TASK DESCRIPTION » Your answer should consist of the lines below that hold the word "ahead".

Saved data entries
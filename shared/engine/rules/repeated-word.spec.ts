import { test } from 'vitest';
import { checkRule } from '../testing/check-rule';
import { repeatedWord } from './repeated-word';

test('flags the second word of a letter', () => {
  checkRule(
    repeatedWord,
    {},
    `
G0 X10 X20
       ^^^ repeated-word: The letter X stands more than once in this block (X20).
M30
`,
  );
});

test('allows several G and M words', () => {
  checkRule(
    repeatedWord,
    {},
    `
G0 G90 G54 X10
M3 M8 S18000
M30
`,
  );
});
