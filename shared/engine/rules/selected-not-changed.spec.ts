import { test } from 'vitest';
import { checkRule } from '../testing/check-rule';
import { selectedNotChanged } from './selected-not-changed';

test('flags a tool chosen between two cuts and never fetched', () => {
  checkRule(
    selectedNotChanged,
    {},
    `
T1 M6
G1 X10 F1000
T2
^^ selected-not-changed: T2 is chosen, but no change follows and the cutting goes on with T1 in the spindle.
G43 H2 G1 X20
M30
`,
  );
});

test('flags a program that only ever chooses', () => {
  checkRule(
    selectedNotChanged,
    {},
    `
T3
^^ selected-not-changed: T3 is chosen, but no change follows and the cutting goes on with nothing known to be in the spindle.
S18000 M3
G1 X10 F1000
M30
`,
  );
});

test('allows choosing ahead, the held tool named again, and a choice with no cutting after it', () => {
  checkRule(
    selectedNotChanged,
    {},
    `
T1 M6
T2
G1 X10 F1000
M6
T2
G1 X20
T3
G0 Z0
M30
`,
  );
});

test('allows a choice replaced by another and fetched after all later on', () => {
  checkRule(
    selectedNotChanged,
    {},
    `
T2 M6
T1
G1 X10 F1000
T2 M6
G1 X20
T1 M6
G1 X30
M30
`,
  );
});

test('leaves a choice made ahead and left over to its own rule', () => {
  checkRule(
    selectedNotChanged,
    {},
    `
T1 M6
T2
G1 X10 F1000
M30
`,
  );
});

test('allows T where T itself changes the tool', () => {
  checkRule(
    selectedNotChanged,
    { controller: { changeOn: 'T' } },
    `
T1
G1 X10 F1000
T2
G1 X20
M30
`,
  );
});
--
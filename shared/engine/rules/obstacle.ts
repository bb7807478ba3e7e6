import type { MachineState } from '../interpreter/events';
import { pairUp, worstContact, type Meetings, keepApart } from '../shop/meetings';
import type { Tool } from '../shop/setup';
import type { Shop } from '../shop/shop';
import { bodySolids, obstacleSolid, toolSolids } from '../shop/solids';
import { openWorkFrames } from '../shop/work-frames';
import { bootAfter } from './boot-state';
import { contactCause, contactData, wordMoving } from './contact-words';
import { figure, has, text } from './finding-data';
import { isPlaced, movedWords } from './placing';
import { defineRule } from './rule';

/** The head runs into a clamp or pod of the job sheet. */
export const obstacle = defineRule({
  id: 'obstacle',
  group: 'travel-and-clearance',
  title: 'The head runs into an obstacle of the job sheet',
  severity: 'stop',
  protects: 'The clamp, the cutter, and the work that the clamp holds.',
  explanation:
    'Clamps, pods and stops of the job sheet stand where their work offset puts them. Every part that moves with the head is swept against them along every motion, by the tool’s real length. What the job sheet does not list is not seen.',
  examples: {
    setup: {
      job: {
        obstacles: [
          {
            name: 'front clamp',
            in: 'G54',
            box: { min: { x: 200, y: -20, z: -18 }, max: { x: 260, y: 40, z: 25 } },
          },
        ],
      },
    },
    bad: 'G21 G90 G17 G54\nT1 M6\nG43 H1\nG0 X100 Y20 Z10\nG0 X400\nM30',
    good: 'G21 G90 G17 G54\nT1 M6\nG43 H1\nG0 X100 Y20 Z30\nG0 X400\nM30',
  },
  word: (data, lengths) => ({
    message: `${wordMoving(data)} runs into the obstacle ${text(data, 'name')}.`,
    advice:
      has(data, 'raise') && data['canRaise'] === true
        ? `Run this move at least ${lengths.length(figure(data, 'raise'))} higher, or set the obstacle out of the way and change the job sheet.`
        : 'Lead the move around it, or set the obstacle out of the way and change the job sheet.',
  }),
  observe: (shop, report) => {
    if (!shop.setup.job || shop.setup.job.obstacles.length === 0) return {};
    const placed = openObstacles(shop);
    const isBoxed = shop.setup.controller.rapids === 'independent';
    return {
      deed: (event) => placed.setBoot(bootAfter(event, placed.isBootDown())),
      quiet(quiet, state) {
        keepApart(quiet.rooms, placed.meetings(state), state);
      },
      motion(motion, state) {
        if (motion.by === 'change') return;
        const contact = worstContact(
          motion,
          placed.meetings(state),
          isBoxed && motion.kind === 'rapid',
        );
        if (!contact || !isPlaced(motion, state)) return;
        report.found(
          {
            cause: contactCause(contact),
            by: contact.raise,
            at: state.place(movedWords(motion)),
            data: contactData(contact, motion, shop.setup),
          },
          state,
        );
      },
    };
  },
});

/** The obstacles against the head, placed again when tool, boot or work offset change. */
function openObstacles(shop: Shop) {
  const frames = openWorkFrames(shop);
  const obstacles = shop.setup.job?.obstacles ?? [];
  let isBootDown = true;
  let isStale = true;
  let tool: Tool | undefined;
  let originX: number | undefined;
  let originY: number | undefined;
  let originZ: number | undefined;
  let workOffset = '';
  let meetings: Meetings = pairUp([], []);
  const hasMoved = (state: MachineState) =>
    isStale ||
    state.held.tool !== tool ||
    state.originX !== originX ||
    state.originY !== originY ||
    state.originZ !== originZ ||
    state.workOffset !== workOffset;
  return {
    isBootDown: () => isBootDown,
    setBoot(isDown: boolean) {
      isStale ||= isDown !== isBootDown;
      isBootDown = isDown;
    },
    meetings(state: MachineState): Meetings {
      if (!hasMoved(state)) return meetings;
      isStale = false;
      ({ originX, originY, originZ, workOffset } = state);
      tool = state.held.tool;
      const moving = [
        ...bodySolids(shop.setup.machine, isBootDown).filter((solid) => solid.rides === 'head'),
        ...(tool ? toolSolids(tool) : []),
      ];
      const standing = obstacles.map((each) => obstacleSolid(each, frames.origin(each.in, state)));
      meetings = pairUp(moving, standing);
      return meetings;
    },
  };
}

SOLUTION TO THIS PROBLEM »
test('allows choosing ahead, the held tool named again, and a choice with no cutting after it', () => {
test('leaves a choice made ahead and left over to its own rule', () => {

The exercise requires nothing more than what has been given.